# Work request
Looking at the entries below, state how many lines contain the word "setdefault". Give the number alone.

┄┄┄┄┄┄┄┄┄┄

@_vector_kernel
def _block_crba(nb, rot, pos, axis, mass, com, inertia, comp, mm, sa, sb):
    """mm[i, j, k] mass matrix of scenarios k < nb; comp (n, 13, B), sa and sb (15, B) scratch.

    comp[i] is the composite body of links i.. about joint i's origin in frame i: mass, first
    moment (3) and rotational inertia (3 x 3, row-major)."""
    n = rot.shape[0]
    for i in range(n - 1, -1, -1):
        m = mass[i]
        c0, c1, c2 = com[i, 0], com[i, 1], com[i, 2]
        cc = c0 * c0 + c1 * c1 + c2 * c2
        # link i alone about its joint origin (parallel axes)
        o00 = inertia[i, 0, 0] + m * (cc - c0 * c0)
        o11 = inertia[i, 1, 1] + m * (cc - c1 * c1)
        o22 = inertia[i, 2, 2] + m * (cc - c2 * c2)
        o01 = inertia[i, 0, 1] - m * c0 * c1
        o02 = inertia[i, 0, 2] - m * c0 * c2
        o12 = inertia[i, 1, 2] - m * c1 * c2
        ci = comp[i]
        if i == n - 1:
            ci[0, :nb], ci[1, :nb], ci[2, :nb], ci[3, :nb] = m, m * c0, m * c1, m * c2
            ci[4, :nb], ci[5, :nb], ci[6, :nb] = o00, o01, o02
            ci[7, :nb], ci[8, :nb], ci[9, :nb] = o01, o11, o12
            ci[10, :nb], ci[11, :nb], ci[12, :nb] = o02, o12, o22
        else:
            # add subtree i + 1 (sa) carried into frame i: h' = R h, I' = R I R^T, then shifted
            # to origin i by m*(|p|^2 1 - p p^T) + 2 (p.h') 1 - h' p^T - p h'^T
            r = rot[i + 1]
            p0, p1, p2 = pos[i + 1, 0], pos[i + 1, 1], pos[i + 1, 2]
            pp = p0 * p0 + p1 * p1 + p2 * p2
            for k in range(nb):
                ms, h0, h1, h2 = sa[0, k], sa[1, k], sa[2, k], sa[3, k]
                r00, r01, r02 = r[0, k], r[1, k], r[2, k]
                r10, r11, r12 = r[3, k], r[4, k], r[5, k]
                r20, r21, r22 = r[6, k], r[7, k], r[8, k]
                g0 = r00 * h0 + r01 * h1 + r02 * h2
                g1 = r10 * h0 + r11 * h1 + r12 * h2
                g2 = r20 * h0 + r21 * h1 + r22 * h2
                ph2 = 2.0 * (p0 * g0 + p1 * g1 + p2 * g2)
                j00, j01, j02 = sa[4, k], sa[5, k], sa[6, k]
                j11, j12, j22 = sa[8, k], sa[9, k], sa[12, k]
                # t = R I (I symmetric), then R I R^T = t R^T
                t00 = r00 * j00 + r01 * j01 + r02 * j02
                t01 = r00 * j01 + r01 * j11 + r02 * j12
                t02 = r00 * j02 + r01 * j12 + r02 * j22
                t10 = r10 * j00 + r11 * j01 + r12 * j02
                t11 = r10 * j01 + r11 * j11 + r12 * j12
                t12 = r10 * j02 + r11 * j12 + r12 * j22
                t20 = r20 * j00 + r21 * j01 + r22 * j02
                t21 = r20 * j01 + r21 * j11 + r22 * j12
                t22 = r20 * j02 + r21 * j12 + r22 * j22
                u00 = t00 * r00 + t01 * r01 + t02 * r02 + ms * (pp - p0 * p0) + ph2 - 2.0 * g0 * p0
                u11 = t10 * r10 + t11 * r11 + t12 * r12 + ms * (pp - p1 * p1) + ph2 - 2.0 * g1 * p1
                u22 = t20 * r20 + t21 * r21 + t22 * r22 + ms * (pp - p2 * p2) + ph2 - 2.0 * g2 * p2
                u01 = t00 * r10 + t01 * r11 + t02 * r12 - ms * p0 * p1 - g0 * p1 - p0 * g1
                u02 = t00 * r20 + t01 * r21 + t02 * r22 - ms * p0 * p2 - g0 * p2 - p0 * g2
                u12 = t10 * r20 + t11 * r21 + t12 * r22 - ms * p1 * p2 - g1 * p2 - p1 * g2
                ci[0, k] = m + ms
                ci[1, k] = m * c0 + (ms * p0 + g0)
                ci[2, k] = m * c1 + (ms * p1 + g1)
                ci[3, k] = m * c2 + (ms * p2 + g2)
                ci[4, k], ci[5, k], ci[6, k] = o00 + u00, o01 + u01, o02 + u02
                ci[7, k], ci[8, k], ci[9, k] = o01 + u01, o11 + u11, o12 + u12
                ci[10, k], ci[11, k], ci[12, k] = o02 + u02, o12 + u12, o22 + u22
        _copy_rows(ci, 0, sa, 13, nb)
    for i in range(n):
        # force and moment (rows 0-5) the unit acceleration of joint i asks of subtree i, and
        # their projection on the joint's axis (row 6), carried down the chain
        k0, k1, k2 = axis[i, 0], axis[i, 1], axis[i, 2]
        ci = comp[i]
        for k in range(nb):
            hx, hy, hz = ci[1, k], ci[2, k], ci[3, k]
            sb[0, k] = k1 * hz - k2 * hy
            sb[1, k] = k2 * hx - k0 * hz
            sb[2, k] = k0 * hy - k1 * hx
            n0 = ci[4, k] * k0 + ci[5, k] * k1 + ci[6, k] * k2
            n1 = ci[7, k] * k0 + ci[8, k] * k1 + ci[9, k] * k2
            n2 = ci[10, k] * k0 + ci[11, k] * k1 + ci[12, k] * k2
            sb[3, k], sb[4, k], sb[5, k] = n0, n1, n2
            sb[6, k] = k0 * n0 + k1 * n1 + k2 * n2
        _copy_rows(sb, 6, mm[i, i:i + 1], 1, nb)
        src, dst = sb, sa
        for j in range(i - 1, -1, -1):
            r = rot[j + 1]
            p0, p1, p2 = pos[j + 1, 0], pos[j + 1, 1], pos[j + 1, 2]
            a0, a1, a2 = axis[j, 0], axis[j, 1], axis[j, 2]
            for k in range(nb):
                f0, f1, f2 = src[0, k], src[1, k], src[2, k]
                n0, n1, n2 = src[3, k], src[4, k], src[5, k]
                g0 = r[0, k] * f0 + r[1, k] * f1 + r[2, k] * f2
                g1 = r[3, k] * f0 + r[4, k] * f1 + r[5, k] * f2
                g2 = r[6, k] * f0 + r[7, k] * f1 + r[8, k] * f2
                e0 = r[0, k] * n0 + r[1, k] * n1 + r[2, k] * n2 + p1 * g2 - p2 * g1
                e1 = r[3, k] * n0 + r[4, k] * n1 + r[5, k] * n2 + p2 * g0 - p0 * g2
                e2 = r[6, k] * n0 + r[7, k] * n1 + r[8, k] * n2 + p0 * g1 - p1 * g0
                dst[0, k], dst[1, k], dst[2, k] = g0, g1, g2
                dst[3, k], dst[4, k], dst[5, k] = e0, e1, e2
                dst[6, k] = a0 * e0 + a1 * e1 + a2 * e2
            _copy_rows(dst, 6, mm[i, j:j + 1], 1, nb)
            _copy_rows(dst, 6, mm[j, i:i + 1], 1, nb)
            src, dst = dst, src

┄┄┄┄┄┄┄┄┄┄

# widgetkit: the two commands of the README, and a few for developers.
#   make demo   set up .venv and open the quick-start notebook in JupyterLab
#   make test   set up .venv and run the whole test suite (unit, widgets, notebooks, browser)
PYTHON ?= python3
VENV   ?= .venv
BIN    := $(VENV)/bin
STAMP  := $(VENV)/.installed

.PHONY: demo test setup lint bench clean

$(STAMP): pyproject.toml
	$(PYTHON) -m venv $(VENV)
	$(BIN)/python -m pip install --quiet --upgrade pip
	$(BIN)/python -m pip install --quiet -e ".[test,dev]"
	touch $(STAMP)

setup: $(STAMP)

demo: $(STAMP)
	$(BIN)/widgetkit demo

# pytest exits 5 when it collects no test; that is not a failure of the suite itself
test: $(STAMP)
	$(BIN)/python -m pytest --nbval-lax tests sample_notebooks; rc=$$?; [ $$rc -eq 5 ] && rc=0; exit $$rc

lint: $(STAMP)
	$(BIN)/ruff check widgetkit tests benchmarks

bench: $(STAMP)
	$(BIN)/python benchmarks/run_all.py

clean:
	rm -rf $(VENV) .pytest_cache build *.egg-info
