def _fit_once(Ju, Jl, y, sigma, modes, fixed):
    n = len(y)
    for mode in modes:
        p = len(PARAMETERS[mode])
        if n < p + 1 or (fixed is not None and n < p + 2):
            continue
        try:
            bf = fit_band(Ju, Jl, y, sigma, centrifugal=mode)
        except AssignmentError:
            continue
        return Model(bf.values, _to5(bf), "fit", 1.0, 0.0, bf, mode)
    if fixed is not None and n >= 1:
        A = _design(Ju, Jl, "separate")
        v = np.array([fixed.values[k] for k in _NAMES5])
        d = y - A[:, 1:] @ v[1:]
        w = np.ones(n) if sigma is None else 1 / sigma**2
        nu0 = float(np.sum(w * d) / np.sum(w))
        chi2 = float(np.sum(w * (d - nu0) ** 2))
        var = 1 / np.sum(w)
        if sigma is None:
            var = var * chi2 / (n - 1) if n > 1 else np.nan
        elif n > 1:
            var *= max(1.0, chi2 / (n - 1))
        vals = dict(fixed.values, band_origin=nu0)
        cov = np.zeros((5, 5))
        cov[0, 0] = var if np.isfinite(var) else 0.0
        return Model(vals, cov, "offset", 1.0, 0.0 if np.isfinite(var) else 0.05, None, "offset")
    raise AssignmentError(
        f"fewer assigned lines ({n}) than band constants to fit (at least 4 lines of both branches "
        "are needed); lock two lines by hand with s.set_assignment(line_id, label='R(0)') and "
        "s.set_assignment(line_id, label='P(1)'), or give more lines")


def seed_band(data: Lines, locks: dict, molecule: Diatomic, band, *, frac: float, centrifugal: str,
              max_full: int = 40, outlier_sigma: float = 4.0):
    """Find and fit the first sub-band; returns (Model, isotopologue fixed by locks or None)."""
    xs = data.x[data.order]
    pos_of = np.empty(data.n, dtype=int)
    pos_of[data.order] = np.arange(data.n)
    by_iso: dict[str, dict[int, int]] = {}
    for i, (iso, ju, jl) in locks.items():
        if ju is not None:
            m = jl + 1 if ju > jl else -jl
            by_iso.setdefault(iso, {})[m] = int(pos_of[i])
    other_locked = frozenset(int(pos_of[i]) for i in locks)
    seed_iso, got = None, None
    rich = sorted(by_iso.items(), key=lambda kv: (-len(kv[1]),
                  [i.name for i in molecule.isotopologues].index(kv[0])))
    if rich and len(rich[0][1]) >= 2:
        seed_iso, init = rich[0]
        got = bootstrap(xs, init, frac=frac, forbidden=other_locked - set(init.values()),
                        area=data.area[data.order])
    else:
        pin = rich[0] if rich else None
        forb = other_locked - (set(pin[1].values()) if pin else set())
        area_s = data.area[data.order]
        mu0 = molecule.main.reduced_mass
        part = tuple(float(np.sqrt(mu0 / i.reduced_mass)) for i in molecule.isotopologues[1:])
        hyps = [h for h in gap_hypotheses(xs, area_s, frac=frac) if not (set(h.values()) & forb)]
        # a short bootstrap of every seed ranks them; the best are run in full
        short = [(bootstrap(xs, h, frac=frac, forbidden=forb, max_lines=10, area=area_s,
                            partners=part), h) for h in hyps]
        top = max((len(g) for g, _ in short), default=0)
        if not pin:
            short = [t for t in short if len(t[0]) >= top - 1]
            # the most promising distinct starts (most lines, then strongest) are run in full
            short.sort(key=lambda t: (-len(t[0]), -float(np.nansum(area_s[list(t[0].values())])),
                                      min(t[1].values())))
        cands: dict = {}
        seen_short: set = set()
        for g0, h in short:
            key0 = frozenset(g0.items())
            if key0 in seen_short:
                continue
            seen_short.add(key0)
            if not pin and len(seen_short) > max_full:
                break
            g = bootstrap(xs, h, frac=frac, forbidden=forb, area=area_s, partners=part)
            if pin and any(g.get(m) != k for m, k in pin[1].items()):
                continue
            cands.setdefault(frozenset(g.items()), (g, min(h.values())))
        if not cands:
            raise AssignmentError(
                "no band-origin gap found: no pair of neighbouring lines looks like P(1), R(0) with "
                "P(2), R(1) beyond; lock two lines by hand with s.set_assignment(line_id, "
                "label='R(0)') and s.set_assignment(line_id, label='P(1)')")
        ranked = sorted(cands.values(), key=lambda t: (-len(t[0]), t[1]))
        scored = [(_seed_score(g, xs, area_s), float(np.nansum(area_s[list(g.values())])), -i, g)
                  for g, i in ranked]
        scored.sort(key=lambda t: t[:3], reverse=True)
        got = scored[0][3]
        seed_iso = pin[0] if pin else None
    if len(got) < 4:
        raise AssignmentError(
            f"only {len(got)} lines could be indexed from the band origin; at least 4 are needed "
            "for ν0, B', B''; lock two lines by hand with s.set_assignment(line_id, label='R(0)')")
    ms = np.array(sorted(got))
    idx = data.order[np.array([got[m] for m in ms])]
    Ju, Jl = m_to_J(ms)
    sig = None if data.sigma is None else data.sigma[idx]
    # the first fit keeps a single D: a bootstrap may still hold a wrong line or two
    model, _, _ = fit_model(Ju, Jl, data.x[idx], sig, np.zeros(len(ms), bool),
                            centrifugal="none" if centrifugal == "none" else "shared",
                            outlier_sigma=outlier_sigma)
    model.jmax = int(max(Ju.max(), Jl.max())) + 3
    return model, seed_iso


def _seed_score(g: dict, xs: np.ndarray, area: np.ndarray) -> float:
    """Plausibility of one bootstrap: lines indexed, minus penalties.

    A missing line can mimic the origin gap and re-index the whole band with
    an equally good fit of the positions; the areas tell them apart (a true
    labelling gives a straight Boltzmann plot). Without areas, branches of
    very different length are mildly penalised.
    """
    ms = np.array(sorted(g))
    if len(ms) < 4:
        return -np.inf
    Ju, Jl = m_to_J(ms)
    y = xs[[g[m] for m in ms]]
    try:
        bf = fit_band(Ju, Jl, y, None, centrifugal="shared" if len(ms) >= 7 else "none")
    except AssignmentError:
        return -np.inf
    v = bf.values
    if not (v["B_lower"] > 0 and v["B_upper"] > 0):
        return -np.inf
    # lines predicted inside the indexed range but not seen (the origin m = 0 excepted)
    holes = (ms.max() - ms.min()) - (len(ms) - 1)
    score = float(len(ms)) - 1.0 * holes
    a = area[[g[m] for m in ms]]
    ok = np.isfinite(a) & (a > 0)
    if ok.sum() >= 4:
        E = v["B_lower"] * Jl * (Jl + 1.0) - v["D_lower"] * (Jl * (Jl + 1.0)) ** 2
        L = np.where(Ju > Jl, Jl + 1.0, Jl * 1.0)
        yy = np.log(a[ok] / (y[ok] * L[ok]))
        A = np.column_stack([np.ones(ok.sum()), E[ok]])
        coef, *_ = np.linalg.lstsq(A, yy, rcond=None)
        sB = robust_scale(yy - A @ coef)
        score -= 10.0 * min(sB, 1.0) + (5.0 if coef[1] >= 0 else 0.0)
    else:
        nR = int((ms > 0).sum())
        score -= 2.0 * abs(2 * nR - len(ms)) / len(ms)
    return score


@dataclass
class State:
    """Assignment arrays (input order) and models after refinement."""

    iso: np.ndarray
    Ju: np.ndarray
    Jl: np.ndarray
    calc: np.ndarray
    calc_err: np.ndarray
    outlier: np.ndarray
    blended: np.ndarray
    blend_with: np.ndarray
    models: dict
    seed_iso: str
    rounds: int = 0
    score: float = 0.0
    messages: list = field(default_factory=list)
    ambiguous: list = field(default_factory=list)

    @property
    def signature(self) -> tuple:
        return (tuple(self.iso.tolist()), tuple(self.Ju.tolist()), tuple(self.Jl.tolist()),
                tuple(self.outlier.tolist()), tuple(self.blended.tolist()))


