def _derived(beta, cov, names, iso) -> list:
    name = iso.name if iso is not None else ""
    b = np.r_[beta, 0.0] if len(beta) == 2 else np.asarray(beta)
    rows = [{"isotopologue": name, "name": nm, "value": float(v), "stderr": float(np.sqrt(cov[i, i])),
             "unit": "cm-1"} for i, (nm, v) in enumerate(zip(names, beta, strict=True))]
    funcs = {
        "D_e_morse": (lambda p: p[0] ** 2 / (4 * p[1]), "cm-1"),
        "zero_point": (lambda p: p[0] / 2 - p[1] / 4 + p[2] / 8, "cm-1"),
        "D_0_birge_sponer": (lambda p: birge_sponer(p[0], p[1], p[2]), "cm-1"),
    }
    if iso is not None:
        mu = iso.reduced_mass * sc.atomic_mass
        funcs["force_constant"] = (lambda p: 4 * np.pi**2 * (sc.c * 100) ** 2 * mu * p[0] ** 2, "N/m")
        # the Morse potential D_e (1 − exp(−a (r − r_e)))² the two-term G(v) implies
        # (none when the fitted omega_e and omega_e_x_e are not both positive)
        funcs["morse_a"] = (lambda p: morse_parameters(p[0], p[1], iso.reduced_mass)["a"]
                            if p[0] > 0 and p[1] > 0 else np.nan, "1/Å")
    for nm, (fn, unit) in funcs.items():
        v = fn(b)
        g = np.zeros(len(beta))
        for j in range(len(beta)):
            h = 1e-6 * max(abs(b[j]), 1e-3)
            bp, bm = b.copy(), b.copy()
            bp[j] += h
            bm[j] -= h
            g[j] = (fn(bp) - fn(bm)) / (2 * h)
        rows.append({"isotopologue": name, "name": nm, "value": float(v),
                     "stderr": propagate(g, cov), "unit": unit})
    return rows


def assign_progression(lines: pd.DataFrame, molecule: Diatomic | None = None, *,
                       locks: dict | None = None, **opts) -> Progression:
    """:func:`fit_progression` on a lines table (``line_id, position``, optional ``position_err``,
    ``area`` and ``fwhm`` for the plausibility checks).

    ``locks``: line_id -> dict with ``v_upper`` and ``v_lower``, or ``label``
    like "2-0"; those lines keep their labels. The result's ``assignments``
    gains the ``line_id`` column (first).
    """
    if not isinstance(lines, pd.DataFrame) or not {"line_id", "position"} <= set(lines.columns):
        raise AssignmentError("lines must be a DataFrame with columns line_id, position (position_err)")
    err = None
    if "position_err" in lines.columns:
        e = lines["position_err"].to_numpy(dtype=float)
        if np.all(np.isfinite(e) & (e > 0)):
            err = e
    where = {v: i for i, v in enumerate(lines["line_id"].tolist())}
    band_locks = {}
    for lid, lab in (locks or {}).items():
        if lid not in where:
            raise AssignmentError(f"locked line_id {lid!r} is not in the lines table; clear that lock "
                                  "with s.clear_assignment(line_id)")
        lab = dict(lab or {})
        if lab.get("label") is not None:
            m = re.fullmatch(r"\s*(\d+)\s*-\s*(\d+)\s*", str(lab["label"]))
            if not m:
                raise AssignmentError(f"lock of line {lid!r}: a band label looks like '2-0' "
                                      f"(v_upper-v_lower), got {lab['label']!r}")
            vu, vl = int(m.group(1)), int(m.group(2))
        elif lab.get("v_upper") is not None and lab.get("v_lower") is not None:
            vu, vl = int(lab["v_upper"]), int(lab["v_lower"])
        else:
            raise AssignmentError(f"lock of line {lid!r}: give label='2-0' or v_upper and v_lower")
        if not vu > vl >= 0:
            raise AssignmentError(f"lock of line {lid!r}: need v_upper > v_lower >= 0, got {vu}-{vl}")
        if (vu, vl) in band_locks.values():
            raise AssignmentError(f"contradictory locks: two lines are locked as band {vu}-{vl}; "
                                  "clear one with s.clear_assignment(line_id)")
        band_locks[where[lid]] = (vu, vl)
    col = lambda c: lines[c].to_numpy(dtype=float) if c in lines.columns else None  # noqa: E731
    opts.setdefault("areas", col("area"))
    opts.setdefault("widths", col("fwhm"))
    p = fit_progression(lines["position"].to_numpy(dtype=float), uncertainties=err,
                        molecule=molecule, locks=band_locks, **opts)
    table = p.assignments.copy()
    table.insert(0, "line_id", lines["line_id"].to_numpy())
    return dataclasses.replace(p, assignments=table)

┄┄┄┄┄┄┄┄┄┄

# Result
4